Para o professor, esse controle e financeirização da economia resultou numa dinâmica que hoje multiplica um sistema de quebradeira nos mais variados países: “O que hoje está acontecendo na Grécia, antes aconteceu no sudeste asiático e, antes disso, no México; também já aconteceu na Argentina”.

Com essa introdução sobre economia mundial, o professor abordou, em sua palestra, os desafios à consolidação do estado social democrático na América Latina.Também participou da mesa o ex-ministro de Relações Internacionais do governo Lula, o diplomata Celso Amorim.

“Contribuição” dos bancos
Ladislau Dowbor destacou o papel dos bancos na crise brasileira, a partir de dados do Banco Central sobre o endividamento das famílias: em 2005 correspondia a 19,3% da renda; em abril de 2015 pulou para 46,5% da renda. “Isso trava a economia”, argumentou, lembrando os exorbitantes juros bancários no país. “Um crediário no Brasil tem 100% de juros; na Europa é 13%. O rotativo do cartão de crédito alcança em média 300% ao ano. O cheque especial no Brasil chega a 200% ao ano, enquanto que na Espanha é 0% até seis meses. Hoje temos mais de R$ 20 bilhões empatados em dívidas de gente que está pagando cheque especial. Ou seja, crediários, cartões de crédito e juros bancários para pessoa física travam a demanda, pois o comprador paga em dobro pelo produto, assim endivida-se muito comprando pouco”, explicou o economista.

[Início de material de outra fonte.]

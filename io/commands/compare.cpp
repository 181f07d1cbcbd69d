// wanewall compare: by how much records differ from a reference.
#include <fmt/format.h>

#include <algorithm>
#include <cmath>
#include <filesystem>
#include <iostream>
#include <memory>
#include <optional>
#include <stdexcept>
#include <string>
#include <vector>

#include "io/atomic_file.hpp"
#include "io/commands.hpp"
#include "io/picture.hpp"
#include "io/quantity.hpp"
#include "io/record.hpp"
#include "io/tables_document.hpp"
#include "io/terminal.hpp"
#include "postproc/compare.hpp"

namespace wanewall {
namespace {

namespace fs = std::filesystem;

struct CompareOptions {
  std::string reference;
  std::vector<std::string> records;
  std::string csv_path;
  std::string picture_path;
  std::string point;
  std::string field = "E";
  std::string below;
};

struct Outcome {
  std::string record;
  Comparison comparison;
};

constexpr std::size_t most_points_of_a_curve = 1500;

// The level of --below; empty, after telling why, when the text is none.
std::optional<double> level_of(const std::string& text) {
  const ParsedQuantity level = parse_quantity(text, Family::level);
  if (!level) {
    warn(fmt::format(
        "wanewall: --below \"{}\" is not a level\n  allowed: a number in dB, such as \"-80 dB\"\n", text));
    return std::nullopt;
  }
  return level.value;
}

Comparison compared(const Record& reference, const std::string& reference_path, const std::string& path) {
  const Record record(path);
  try {
    return compare({reference.lattice, reference.result}, {record.lattice, record.result},
                   point_frequencies_hz(reference, {}));
  } catch (const std::invalid_argument& error) {
    throw FileError(
        fmt::format("{}: cannot be compared with {}: {}\n"
                    "  next: run both with the same mesh.cell and the same Courant number",
                    path, reference_path, error.what()));
  }
}

void require_something_shared(const Comparison& comparison, const std::string& reference,
                              const std::string& path) {
  if (!comparison.points.empty() || !comparison.faces.empty()) return;
  std::string why;
  for (const std::string& note : comparison.notes) why += "\n  " + note;
  throw FileError(
      fmt::format("{}: shares neither points nor audit planes with {}{}\n"
                  "  next: record points of the same name and place in both scenes",
                  path, reference, why));
}

std::string comparison_text(const Outcome& outcome) {
  const Comparison& c = outcome.comparison;
  std::string text = fmt::format("## {}\n\n", outcome.record);
  for (const std::string& note : c.notes) text += "- note: " + note + "\n";
  if (!c.notes.empty()) text += "\n";
  if (!c.points.empty())
    text += to_markdown(point_error_table(c)) + "\nError in the band, |DFT(F - F_ref)| / |DFT(F_ref)|:\n\n" +
            to_markdown(band_error_table(c)) + "\n";
  if (!c.faces.empty())
    text += "Fourier sums on the audit planes, inside the clear cross-section:\n\n" +
            to_markdown(face_error_table(c)) + "\n";
  return text;
}

constexpr const char* how_to_read =
    R"(- Peak error: largest |F - F_ref| over time against the largest |F_ref|, for F = E and F = H as vectors; rms
  error: root mean square over time of the one against that of the other.
- `equal`: no difference at all. `no level`: the reference is zero there, or a difference is not finite.

)";

const PointError* point_for_picture(const Comparison& comparison, const std::string& name) {
  if (name.empty()) return worst_point(comparison);
  for (const PointError& point : comparison.points)
    if (point.name == name) return &point;
  return nullptr;
}

LineChart chart_of(const std::vector<Outcome>& outcomes, const CompareOptions& options) {
  LineChart chart;
  chart.title = fmt::format("Difference from {}", fs::path(options.reference).filename().string());
  chart.x_label = "time [ns]";
  chart.y_label = fmt::format("|{0} - {0}_ref| / max |{0}_ref| [dB]", options.field);
  double highest_db = -300.0, end_ns = 0.0;
  for (const Outcome& outcome : outcomes) {
    const PointError* point = point_for_picture(outcome.comparison, options.point);
    if (point == nullptr)
      throw FileError(
          fmt::format("{}: has no point \"{}\" in common with {}\n  next: name a point of both with --point",
                      outcome.record, options.point, options.reference));
    const FieldError& error = options.field == "E" ? point->e : point->h;
    Curve curve;
    curve.label = fmt::format("{}, {}", fs::path(outcome.record).stem().string(), point->name);
    const double offset = options.field == "E" ? 0.0 : 0.5;
    for (std::size_t n = 0; n < error.change.size(); ++n) {
      curve.x.push_back((static_cast<double>(n) + offset) * outcome.comparison.dt_s * 1e9);
      curve.y.push_back(20.0 * std::log10(error.change[n] / error.reference_peak));
      if (std::isfinite(curve.y.back())) highest_db = std::max(highest_db, curve.y.back());
    }
    if (!curve.x.empty()) end_ns = std::max(end_ns, curve.x.back());
    chart.curves.push_back(thinned(curve, most_points_of_a_curve));
  }
  const double top_db = 20.0 * std::ceil((highest_db + 1e-9) / 20.0);
  chart.y_range = {top_db - 200.0, top_db};
  if (end_ns > 0.0) chart.x_range = {0.0, end_ns};
  return chart;
}

void write_csv(const std::vector<Outcome>& outcomes, const std::string& path) {
  Table all;
  for (const Outcome& outcome : outcomes) {
    Table rows = comparison_rows(outcome.record, outcome.comparison);
    all.columns = rows.columns;
    std::move(rows.rows.begin(), rows.rows.end(), std::back_inserter(all.rows));
  }
  write_atomically(path, to_csv(all));
  warn("wrote " + path + "\n");
}

// Every record whose peak error is above the level, by name.
ExitCode verdict(const std::vector<Outcome>& outcomes, double below_db) {
  ExitCode code = ExitCode::done;
  for (const Outcome& outcome : outcomes) {
    const double worst_db = worst_peak_db(outcome.comparison);
    const bool holds = !outcome.comparison.points.empty() && worst_db <= below_db;
    std::cout << fmt::format("{}: largest peak error {:.1f} dB, {} {:g} dB\n", outcome.record, worst_db,
                             holds ? "not above" : "ABOVE", below_db);
    if (!holds) code = ExitCode::goal_missed;
  }
  return code;
}

ExitCode compare_records(const CompareOptions& options) {
  std::optional<double> below_db;
  if (!options.below.empty()) {
    below_db = level_of(options.below);
    if (!below_db) return ExitCode::command_line;
  }
  const Record reference(options.reference);
  std::vector<Outcome> outcomes;
  for (const std::string& path : options.records) {
    outcomes.push_back({path, compared(reference, options.reference, path)});
    require_something_shared(outcomes.back().comparison, options.reference, path);
    if (below_db && outcomes.back().comparison.points.empty())
      throw FileError(
          fmt::format("{}: shares no points with {}, so --below has nothing to judge\n"
                      "  next: record points of the same name and place in both scenes",
                      path, options.reference));
  }
  std::cout << fmt::format("# Differences from {}\n\n", options.reference) << how_to_read;
  for (const Outcome& outcome : outcomes) std::cout << comparison_text(outcome);
  if (!options.csv_path.empty()) write_csv(outcomes, options.csv_path);
  if (!options.picture_path.empty()) {
    draw_svg(chart_of(outcomes, options), options.picture_path);
    warn("wrote " + options.picture_path + "\n");
  }
  return below_db ? verdict(outcomes, *below_db) : ExitCode::done;
}

}  // namespace

void add_compare_command(CLI::App& app, Action& action) {
  auto options = std::make_shared<CompareOptions>();
  CLI::App* command = app.add_subcommand("compare", "Say by how much records differ from a reference");
  command->add_option("reference", options->reference, "Record that the others are compared with")
      ->required();
  command->add_option("records", options->records, "Records of the same scene with other shells or sizes")
      ->required();
  command->add_option("--csv", options->csv_path, "File to write all figures into, per frequency");
  command->add_option("--picture", options->picture_path,
                      "SVG file to draw the difference against time into; needs the program gnuplot");
  command->add_option("--point", options->point, "Point to draw; default: each record's worst");
  command->add_option("--field", options->field, "Field to draw")
      ->check(CLI::IsMember({"E", "H"}))
      ->capture_default_str();
  command->add_option(
      "--below", options->below,
      "Verdict: exit code 7 when a peak error of E or H at a shared point is above this level");
  command->footer(
      "Points count as shared when name and place agree, audit planes when face, place and frequencies do. "
      "The\n"
      "lattices may differ in extent; the time step must be the same.\n\n"
      "Example:\n"
      "  wanewall compare large.h5 drum_6_cells.h5 drum_10_cells.h5 --picture shells.svg --below \"-80 dB\"");
  command->callback([options, &action] { action = [options] { return compare_records(*options); }; });
}

}  // namespace wanewall
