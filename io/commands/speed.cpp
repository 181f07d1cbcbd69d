// `wanewall speed`: how fast this machine advances fields, beside the loop that everybody writes first.
#include <fmt/format.h>
#include <omp.h>

#include <algorithm>
#include <chrono>
#include <cmath>
#include <functional>
#include <memory>

#include "geometry/constants.hpp"
#include "io/commands.hpp"
#include "io/provenance.hpp"
#include "solver/marcher.hpp"
#include "solver/textbook_loop.hpp"

namespace wanewall {
namespace {

struct Options {
  int cells = 300;
  int steps = 10;
  int repeats = 5;
  int threads = 0;
};

constexpr double cell_m = 1e-3;
constexpr double courant = 0.99;

Problem bare_cube(int cells, Schedule schedule, int threads) {
  Problem problem;
  problem.media.push_back({"vacuum", 1.0, 1.0, 0.0, 0.0, false, false});
  for (auto& lines : problem.lattice.lines) lines = MeshLines::uniform(0.0, cell_m, cells);
  problem.lattice.dt_s = courant * problem.lattice.courant_limit_s();
  problem.schedule = schedule;
  problem.threads = threads;
  return problem;
}

constexpr int shell_cells = 10;

/// The same clear cube inside a shell on six faces. What the layers' numbers are makes no difference to the
/// time.
Problem cube_in_shell(int clear_cells, FaceKind kind, int threads) {
  Problem problem = bare_cube(clear_cells + 2 * shell_cells, Schedule::fused, threads);
  Face face;
  face.kind = kind;
  if (kind == FaceKind::moebius) {
    for (int j = 0; j < shell_cells; ++j) {
      face.moebius.kappa.push_back(0.25);
      face.moebius.sigma_s_per_m.push_back(2.0 * (j + 1) / (eta0_ohm * cell_m));
      face.moebius.alpha_s_per_m.push_back(0.01 / (eta0_ohm * cell_m));
    }
  } else {
    PolynomialGrading grading;
    grading.sigma_max_s_per_m = sigma_max_rule(grading.order, cell_m, 1.0);
    grading.alpha_max_s_per_m = 0.01;
    face.layer = polynomial_layer(grading, shell_cells);
  }
  problem.faces.fill(face);
  problem.lattice.shell_cells.fill(shell_cells);
  return problem;
}

/// The cube in its Moebius shell, crossed by an oblique plane wave.
Problem full_scene(int clear_cells, int threads) {
  constexpr int inset = 6;
  Problem problem = cube_in_shell(clear_cells, FaceKind::moebius, threads);
  PlaneWave wave;
  wave.theta_rad = 37.3 * pi / 180.0;
  wave.phi_rad = 71.9 * pi / 180.0;
  wave.e_angle_rad = 0.25 * pi;
  wave.pulse = modulated_gaussian_for_band(c0_m_per_s / (40.0 * cell_m), c0_m_per_s / (12.0 * cell_m));
  for (std::size_t a = 0; a < 3; ++a) {
    wave.box_lo[a] = shell_cells + inset;
    wave.box_hi[a] = shell_cells + clear_cells - inset;
  }
  problem.plane_wave = wave;
  return problem;
}

/// Both must compute the same thing before either is timed.
double largest_difference(int threads) {
  constexpr int n = 32, steps = 40;
  TextbookLoop loop(n, static_cast<float>(courant / std::sqrt(3.0)), threads);
  Marcher<float> marcher(bare_cube(n, Schedule::fused, threads), threads);
  for (int i = 8; i < 24; ++i)
    for (int k = 1; k < n; ++k) {
      const auto value = static_cast<float>(std::sin(0.37 * i) * std::cos(0.21 * k));
      loop.at(1, i, 11, k) = value;
      marcher.fields().row(Component::ey, i, 11)[k] = value;
    }
  loop.advance(steps);
  marcher.advance(steps, {});
  double worst = 0.0;
  for (Component c : all_components)
    for (int i = 0; i < n; ++i)
      for (int j = 0; j < n; ++j)
        for (int k = 0; k < n; ++k)
          worst = std::max(worst, std::abs(static_cast<double>(loop.at(index_of(c), i, j, k)) -
                                           static_cast<double>(marcher.fields().row(c, i, j)[k])));
  return worst;
}

struct Contender {
  std::string name;
  double cells;
  std::function<void(int)> advance;
  std::vector<double> rates{};  // Gcell/s, one per repeat

  double median() const {
    std::vector<double> sorted = rates;
    std::sort(sorted.begin(), sorted.end());
    return sorted[sorted.size() / 2];
  }
};

ExitCode measure(const Options& options) {
  const int threads = options.threads > 0 ? options.threads : omp_get_num_procs();
  const double difference = largest_difference(threads);
  if (!(difference < 1e-5))
    throw std::logic_error(fmt::format("the textbook loop and the solver differ by {:.2e}", difference));
  const auto n = static_cast<double>(options.cells);
  TextbookLoop loop(options.cells, static_cast<float>(courant / std::sqrt(3.0)), threads);
  Marcher<float> plain(bare_cube(options.cells, Schedule::plain, threads), threads);
  Marcher<float> fused(bare_cube(options.cells, Schedule::fused, threads), threads);
  const Problem scene = full_scene(options.cells, threads);
  Marcher<float> full(scene, threads);
  Marcher<float> cfs(cube_in_shell(options.cells, FaceKind::cfs_pml, threads), threads);
  Marcher<float> moebius(cube_in_shell(options.cells, FaceKind::moebius, threads), threads);
  std::vector<Contender> contenders{
      {"textbook loop", n * n * n, [&](int steps) { loop.advance(steps); }},
      {"plain sweeps, bare cube", n * n * n, [&](int steps) { plain.advance(steps, {}); }},
      {"fused sweep, bare cube", n * n * n, [&](int steps) { fused.advance(steps, {}); }},
      {"fused, in a cfs_pml shell", scene.lattice.n_cells(), [&](int steps) { cfs.advance(steps, {}); }},
      {"fused, in a moebius shell", scene.lattice.n_cells(), [&](int steps) { moebius.advance(steps, {}); }},
      {"fused sweep, full scene", scene.lattice.n_cells(), [&](int steps) { full.advance(steps, {}); }}};
  // The first round warms up; then all take turns, so that a machine that slows down slows all.
  for (int repeat = 0; repeat <= options.repeats; ++repeat) {
    for (Contender& contender : contenders) {
      const auto start = std::chrono::steady_clock::now();
      contender.advance(options.steps);
      const double seconds = std::chrono::duration<double>(std::chrono::steady_clock::now() - start).count();
      if (repeat > 0) contender.rates.push_back(contender.cells * options.steps / seconds * 1e-9);
    }
  }
  const double held = static_cast<double>(full.field_bytes() + full.layer_bytes() + full.media_bytes());
  fmt::print("processor: {}, {} threads, {} code, single precision, Courant number {}\n",
             provenance_of_program().processor, threads, full.vector_code(), courant);
  fmt::print(
      "cube of {} cells; in a shell: the cube as clear volume, {} layer cells on six faces, all {} cells "
      "counted; full scene: moebius shell and an oblique plane wave\n",
      options.cells, shell_cells, scene.lattice.n_cells());
  fmt::print("{} rounds of {} steps in turn; textbook loop and solver agree to {:.1e}\n\n", options.repeats,
             options.steps, difference);
  fmt::print("| {:<25} | median [Gcell/s] | least [Gcell/s] | most [Gcell/s] | over the textbook loop |\n",
             "what");
  fmt::print("| {:-<25} | ---------------: | --------------: | -------------: | ---------------------: |\n",
             "");
  for (const Contender& contender : contenders) {
    const auto [least, most] = std::minmax_element(contender.rates.begin(), contender.rates.end());
    fmt::print("| {:<25} | {:16.3f} | {:15.3f} | {:14.3f} | {:22.2f} |\n", contender.name, contender.median(),
               *least, *most, contender.median() / contenders[0].median());
  }
  fmt::print("\nmoebius shell over cfs_pml shell: {:.3f}\n", contenders[4].median() / contenders[3].median());
  const auto layer_words = [&](const Marcher<float>& m) {
    return static_cast<double>(m.layer_bytes()) / (scene.lattice.n_cells() - n * n * n);
  };
  fmt::print("layer memory per shell cell: cfs_pml {:.1f}, moebius {:.1f} bytes\n", layer_words(cfs),
             layer_words(moebius));
  fmt::print("memory of the full scene: {:.1f} bytes per clear cell (fields, layers, media)\n",
             held / (n * n * n));
  return ExitCode::done;
}

}  // namespace

void add_speed_command(CLI::App& app, Action& action) {
  auto options = std::make_shared<Options>();
  CLI::App* command =
      app.add_subcommand("speed", "Measure this machine against the loop that everybody writes first");
  command->add_option("--cells", options->cells, "Cells along each edge of the cube")
      ->check(CLI::Range(16, 1024))
      ->capture_default_str();
  command->add_option("--steps", options->steps, "Steps in a round")
      ->check(CLI::Range(1, 10000))
      ->capture_default_str();
  command->add_option("--repeats", options->repeats, "Rounds that count")
      ->check(CLI::Range(1, 100))
      ->capture_default_str();
  command->add_option("--threads", options->threads, "Threads; 0: one per processor")
      ->check(CLI::Range(0, 1024));
  command->footer("Example:\n  wanewall speed --cells 200 --repeats 3");
  command->callback([options, &action] { action = [options] { return measure(*options); }; });
}

}  // namespace wanewall
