// wanewall check: what a scene will build, and whether it can work.
#include <chrono>
#include <iostream>
#include <memory>
#include <string>

#include "io/commands.hpp"
#include "io/memory_guard.hpp"
#include "io/pace.hpp"
#include "io/provenance.hpp"
#include "io/scene.hpp"
#include "io/scene/build_report.hpp"

namespace wanewall {
namespace {

struct CheckOptions {
  std::string scene_path;
  bool values = false;
  bool time = false;
  bool schema = false;
  bool reference = false;
};

ExitCode check(const CheckOptions& options) {
  if (options.schema) {
    std::cout << scene_schema_json();
    return ExitCode::done;
  }
  if (options.reference) {
    std::cout << scene_reference_markdown();
    return ExitCode::done;
  }
  const auto start = std::chrono::steady_clock::now();
  const Scene scene = read_scene(options.scene_path);
  const Footprint footprint = run_footprint(scene.problem);
  scene::ReportOptions report{options.values, machine_memory_bytes()};
  // A run does the same before its first step.
  report.start_seconds = std::chrono::duration<double>(std::chrono::steady_clock::now() - start).count();
  if (options.time) {
    constexpr double for_seconds = 8.0;
    require_memory(footprint);
    const Pace pace = measure_pace(scene.problem, for_seconds);
    remember_pace(scene.problem, pace);
    report.cells_per_second = pace.cells_per_second;
    report.is_measured_now = true;
  } else if (const std::optional<Pace> pace = known_pace(scene.problem)) {
    report.cells_per_second = pace->cells_per_second;
  }
  std::cout << scene::build_report(scene, footprint, report);
  return ExitCode::done;
}

}  // namespace

void add_check_command(CLI::App& app, Action& action) {
  auto options = std::make_shared<CheckOptions>();
  CLI::App* command = app.add_subcommand("check", "Say what a scene will build, and whether it can work");
  CLI::Option* path = command->add_option("scene", options->scene_path, "Scene file (YAML)");
  CLI::Option* values =
      command->add_flag("--values", options->values, "Also list every value used, defaults included");
  command->add_flag("--time", options->time,
                    "March the scene for a few seconds to say how long the run will take; nothing is written "
                    "but a note of the rate in the user's cache folder");
  CLI::Option* schema = command->add_flag("--schema", options->schema,
                                          "Print the JSON Schema of the scene language, for editors");
  CLI::Option* reference =
      command->add_flag("--reference", options->reference, "Print the reference page of the scene language");
  schema->excludes(path)->excludes(values)->excludes(reference);
  reference->excludes(path)->excludes(values);
  command->footer(
      "Without --time nothing is computed and nothing is written. A scene that cannot work ends with exit "
      "code 3.\n\n"
      "Examples:\n"
      "  wanewall check drum.yaml\n"
      "  wanewall check drum.yaml --values\n"
      "  wanewall check --schema > wanewall.schema.json\n"
      "  wanewall check --reference > scene.md");
  command->callback([options, &action] {
    if (options->scene_path.empty() && !options->schema && !options->reference)
      throw CLI::RequiredError("scene");
    action = [options] { return check(*options); };
  });
}

}  // namespace wanewall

Também criticou os altos juros para pessoas jurídicas. “Para completar esse quadro, a alta da Selic provoca a transferência de centenas de bilhões dos nossos impostos para os bancos, o que trava a capacidade do Estado de investir em infraestrutura e expandir políticas sociais”, disse, referindo-se aos títulos da dívida pública, indexados pela Selic. “Assim, completa-se o quadro dessa bandidagem absolutamente fenomenal que está drenando recursos do nosso país”, completou.

Interesses na crise
Dowbor lembrou os avanços sociais que o país teve nos últimos anos, com o IDH (Índice de Desenvolvimento Humano) crescendo 31% entre 1980 (0,549) e 2011 (0,718), desempenho que foi puxado pelo aumento na expectativa de vida (de 62,5 anos para 73,5 anos), pela melhora na média de anos de escolaridade (4,6 anos a mais) e pelo crescimento da renda nacional bruta per capita (quase 40% entre 1980 e 2011). “E vamos dizer que o país está quebrado?”, questionou.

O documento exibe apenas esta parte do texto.